> Thus spake Matthew N. Dodd ([EMAIL PROTECTED]):
>
> > is just a range; start and length, and a type. The 'rid' has nothing to
> > do with offsets into a memory/port resource.
>
> Hmm. When I wrote Doug Rabson about newbus months ago, he gave me that
> part of code:
>
> rid = 0x10; /* offset of pci mapping register - check your docs */
> res = bus_alloc_resource(dev, SYS_RES_IOPORTS, &rid, 0, ~0, 1,
> RF_ACTIVE);
> st = rman_get_bustag(res);
> sh = rman_get_bushandle(res);
>
> This "offset of the pci mapping register" is quite confusing for me
> then.
Not at all; in the PCI context, that's what the rid is.

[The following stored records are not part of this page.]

package network

import (
	"math"
	"math/big"
	"slices"
	"strconv"
)

// Conservation laws by exact sparse elimination.
//
// The laws are the left null space of the stoichiometry N over the free
// (non-fixed) species. Their basis is read from the reduced row echelon
// form R of Nᵀ (one row per reaction, one column per free species in model
// order): each column without a pivot gives the law with weight 1 there
// and −R[r][p] at the pivot column p of each row r. R is unique, so any
// way of computing it gives the same laws; here it is computed on sparse
// integer rows (fraction-free: a row is replaced by a·row − b·pivot row
// and divided by the gcd of its entries), columns in model order, the
// pivot row of a column being the shortest candidate. Stoichiometric
// matrices are very sparse and their rows stay short, so the work follows
// the number of nonzero coefficients instead of (species)²·(reactions) of
// a dense elimination, and no dense matrix is held.
//
// The sign improvement and shrinking (improveSigns, shrink) combine laws
// only where their species overlap: a combination of two laws without a
// species in common never lowers the number of negative weights, and
// never leaves one law non-negative after subtracting the other. So they
// run on each cluster of overlapping laws separately, on vectors as long
// as the cluster's species, and give the same laws as on the whole basis.

// srow is a sparse row of integers, columns increasing, no zeros.
type srow struct {
	cols []int
	vals []*big.Int
}

func (r *srow) at(c int) *big.Int {
	if k, ok := slices.BinarySearch(r.cols, c); ok {
		return r.vals[k]
	}
	return nil
}

// combine sets r to a·r − b·p, dropping zeros, and divides the result by
// the gcd of its entries. It returns the columns that are new in r.
func (r *srow) combine(a, b *big.Int, p *srow, added []int) []int {
	cols := make([]int, 0, len(r.cols)+len(p.cols))
	vals := make([]*big.Int, 0, len(r.cols)+len(p.cols))
	tmp := new(big.Int)
	i, j := 0, 0
	for i < len(r.cols) || j < len(p.cols) {
		switch {
		case j == len(p.cols) || i < len(r.cols) && r.cols[i] < p.cols[j]:
			cols = append(cols, r.cols[i])
			vals = append(vals, new(big.Int).Mul(a, r.vals[i]))
			i++
		case i == len(r.cols) || p.cols[j] < r.cols[i]:
			cols = append(cols, p.cols[j])
			vals = append(vals, new(big.Int).Neg(tmp.Mul(b, p.vals[j])))
			added = append(added, p.cols[j])
			j++
		default:
			v := new(big.Int).Mul(a, r.vals[i])
			v.Sub(v, tmp.Mul(b, p.vals[j]))
			if v.Sign() != 0 {
				cols = append(cols, r.cols[i])
				vals = append(vals, v)
			}
			i++
			j++
		}
	}
	r.cols, r.vals = cols, vals
	r.normalise()
	return added
}

// normalise divides the row by the gcd of its entries.
func (r *srow) normalise() {
	g := new(big.Int)
	abs := new(big.Int)
	for _, v := range r.vals {
		g.GCD(nil, nil, g, abs.Abs(v))
		if g.IsInt64() && g.Int64() == 1 {
			return
		}
	}
	if g.Sign() == 0 {
		return
	}
	for _, v := range r.vals {
		v.Quo(v, g)
	}
}

// stoichRows returns the rows of Nᵀ over the free species as integer rows
// (each scaled by the least common multiple of its denominators, which
// leaves its echelon form unchanged), columns numbered by free[], and the
// number of free species. Coefficients are summed per species and
// reaction as floating-point numbers (reactants subtracted, then products
// added, in the order of the equation) and read as the shortest decimal
// that gives them back.
func (net *Net) stoichRows() ([]*srow, int) {
	m := net.Model
	ix := make(map[string]int, len(m.Species))
	for i, s := range m.Species {
		if _, dup := ix[s.Name]; !dup {
			ix[s.Name] = i
		}
	}
	col := make([]int, len(m.Species)) // column of each species, -1 when fixed
	nfree := 0
	for i, s := range m.Species {
		col[i] = -1
		if !s.Fixed {
			col[i] = nfree
			nfree++
		}
	}
	var rows []*srow
	type entry struct {
		sp int
		x  float64
	}
	var es []entry
	add := func(sp int, x float64) {
		for k := range es {
			if es[k].sp == sp {
				es[k].x += x
				return
			}
		}
		es = append(es, entry{sp, x})
	}
	var rats []*big.Rat
	for _, cr := range net.Reactions {
		if !cr.EqOK {
			continue
		}
		es = es[:0]
		for _, t := range cr.Equation.Reactants {
			if i, ok := ix[t.Species]; ok {
				add(i, -t.Coef)
			}
		}
		for _, t := range cr.Equation.Products {
			if i, ok := ix[t.Species]; ok {
				add(i, t.Coef)
			}
		}
		slices.SortFunc(es, func(a, b entry) int { return a.sp - b.sp })
		r := &srow{}
		rats = rats[:0]
		whole := true
		for _, e := range es {
			if col[e.sp] < 0 || e.x == 0 || math.IsNaN(e.x) || math.IsInf(e.x, 0) {
				continue
			}
			q := new(big.Rat)
			if e.x == math.Trunc(e.x) && math.Abs(e.x) < 1<<53 {
				q.SetInt64(int64(e.x))
			} else {
				// The shortest decimal that reads back as x: a
				// coefficient written 0.1 is the rational 1/10, not
				// the binary fraction nearest to it.
				q.SetString(strconv.FormatFloat(e.x, 'g', -1, 64))
				whole = whole && q.IsInt()
			}
			if q.Sign() == 0 {
				continue
			}
			r.cols = append(r.cols, col[e.sp])
			rats = append(rats, q)
		}
		if len(r.cols) == 0 {
			continue
		}
		if whole {
			for _, q := range rats {
				r.vals = append(r.vals, new(big.Int).Set(q.Num()))
			}
		} else {
			r.vals = integerVector(rats)
		}
		r.normalise()
		rows = append(rows, r)
	}
	return rows, nfree
}

// reducedEchelon brings rows to reduced row echelon form in place (up to
// a scale of each row) and returns the pivot row of each column (-1 where
// a column has none).
func reducedEchelon(rows []*srow, ncol int) []int {
	colRows := make([][]int32, ncol)
	for r, row := range rows {
		for _, c := range row.cols {
			colRows[c] = append(colRows[c], int32(r))
		}
	}
	pivot := make([]int, ncol)
	used := make([]bool, len(rows))
	seen := make([]int, len(rows)) // the column each row was last a candidate of, plus 1
	var cands []int
	var added []int
	a, b := new(big.Int), new(big.Int)
	for c := range ncol {
		pivot[c] = -1
		cands = cands[:0]
		for _, r32 := range colRows[c] {
			r := int(r32)
			// Rows not yet pivots have nothing left before column c.
			if used[r] || seen[r] == c+1 || len(rows[r].cols) == 0 || rows[r].cols[0] != c {
				continue
			}
			seen[r] = c + 1
			cands = append(cands, r)
		}
		colRows[c] = nil // done with
		if len(cands) == 0 {
			continue
		}
		p := cands[0]
		for _, r := range cands[1:] {
			if len(rows[r].cols) < len(rows[p].cols) || len(rows[r].cols) == len(rows[p].cols) && r < p {
				p = r
			}
		}
		used[p], pivot[c] = true, p
		pr := rows[p]
		for _, r := range cands {
			if r == p {
				continue
			}
			a.Set(pr.vals[0])
			b.Set(rows[r].vals[0])
			added = rows[r].combine(a, b, pr, added[:0])
			for _, ac := range added {
				colRows[ac] = append(colRows[ac], int32(r))
			}
		}
	}
	// Back substitution, last pivot first: each pivot row loses its
	// entries in the columns of later pivots, whose rows are reduced
	// already and bring in columns without pivots only.
	var later []int
	for c := ncol - 1; c >= 0; c-- {
		if pivot[c] < 0 {
			continue
		}
		row := rows[pivot[c]]
		later = later[:0]
		for _, k := range row.cols[1:] {
			if pivot[k] >= 0 {
				later = append(later, k)
			}
		}
		for _, k := range later {
			q := rows[pivot[k]]
			a.Set(q.vals[0])
			b.Set(row.at(k))
			row.combine(a, b, q, nil)
		}
	}
	return pivot
}

// ConservationLaws returns the conserved totals of the checked network, as
// Model.ConservationLaws describes.
func (net *Net) ConservationLaws() []ConservationLaw {
	m := net.Model
	var free []int // free[k] is the species of column k
	for i, s := range m.Species {
		if !s.Fixed {
			free = append(free, i)
		}
	}
	if len(free) == 0 {
		return nil
	}
	rows, ncol := net.stoichRows()
	pivot := reducedEchelon(rows, ncol)
	// The entries of the reduced rows in the columns without a pivot,
	// by column: law fc has weight 1 at fc and −R[r][p] at each pivot p.
	type ent struct {
		p   int // pivot column
		num *big.Int
		den *big.Int
	}
	byCol := make([][]ent, ncol)
	for p, r := range pivot {
		if r < 0 {
			continue
		}
		row := rows[r]
		for k, c := range row.cols[1:] {
			byCol[c] = append(byCol[c], ent{p, row.vals[k+1], row.vals[0]})
		}
	}
	// Each law as a sparse vector over columns.
	type vec struct {
		cols []int
		vals []*big.Int
	}
	var basis []vec
	var w []*big.Rat
	for fc := range ncol {
		if pivot[fc] >= 0 {
			continue
		}
		es := byCol[fc]
		slices.SortFunc(es, func(a, b ent) int { return a.p - b.p })
		v := vec{cols: make([]int, 0, len(es)+1)}
		w = w[:0]
		for _, e := range es {
			v.cols = append(v.cols, e.p)
			w = append(w, new(big.Rat).SetFrac(new(big.Int).Neg(e.num), e.den))
		}
		v.cols = append(v.cols, fc) // after every pivot: pivots of its rows come before it
		w = append(w, new(big.Rat).SetInt64(1))
		v.vals = integerVector(w)
		basis = append(basis, v)
	}
	// Clusters of laws that share species (union–find over columns).
	parent := make([]int, ncol)
	for c := range parent {
		parent[c] = c
	}
	var find func(int) int
	find = func(c int) int {
		for parent[c] != c {
			parent[c] = parent[parent[c]]
			c = parent[c]
		}
		return c
	}
	for _, v := range basis {
		for _, c := range v.cols[1:] {
			if a, b := find(v.cols[0]), find(c); a != b {
				parent[a] = b
			}
		}
	}
	clusters := map[int][]int{} // root column → laws, in basis order
	var roots []int
	for k, v := range basis {
		root := find(v.cols[0])
		if _, ok := clusters[root]; !ok {
			roots = append(roots, root)
		}
		clusters[root] = append(clusters[root], k)
	}
	for _, root := range roots {
		ks := clusters[root]
		if len(ks) == 1 {
			v := basis[ks[0]]
			improveSigns([][]*big.Int{v.vals}) // flips signs only
			continue
		}
		// Dense vectors over the cluster's columns.
		var cols []int
		for _, k := range ks {
			cols = append(cols, basis[k].cols...)
		}
		slices.Sort(cols)
		cols = slices.Compact(cols)
		local := make([][]*big.Int, len(ks))
		for j, k := range ks {
			local[j] = make([]*big.Int, len(cols))
			for q := range local[j] {
				local[j][q] = new(big.Int)
			}
			v := basis[k]
			for q, c := range v.cols {
				i, _ := slices.BinarySearch(cols, c)
				local[j][i] = v.vals[q]
			}
		}
		improveSigns(local)
		shrink(local)
		for j, k := range ks {
			v := vec{}
			for q, x := range local[j] {
				if x.Sign() != 0 {
					v.cols = append(v.cols, cols[q])
					v.vals = append(v.vals, x)
				}
			}
			basis[k] = v
		}
	}
	var laws []ConservationLaw
basis:
	for _, b := range basis {
		order := make([]int, len(b.cols))
		for q := range order {
			order[q] = q
		}
		slices.SortFunc(order, func(x, y int) int { return b.cols[x] - b.cols[y] })
		law := ConservationLaw{Terms: make([]LawTerm, 0, len(b.cols))}
		for _, q := range order {
			x := b.vals[q]
			if x.Sign() == 0 {
				continue
			}
			if !x.IsInt64() || int64(int(x.Int64())) != x.Int64() {
				continue basis // a weight too large for an int: not listed
			}
			law.Terms = append(law.Terms, LawTerm{Species: free[b.cols[q]], Weight: int(x.Int64())})
		}
		law.Text = lawText(m, law.Terms)
		laws = append(laws, law)
	}
	return laws
}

As has been said
several times now, the meaning of the rid is _bus_specific_.
--
\\ Give a man a fish, and you feed him for a day. \\ Mike Smith
\\ Tell him he should learn how to fish himself, \\ [EMAIL PROTECTED]
\\ and he'll hate you for a lifetime. \\ [EMAIL PROTECTED]
To Unsubscribe: send mail to [EMAIL PROTECTED]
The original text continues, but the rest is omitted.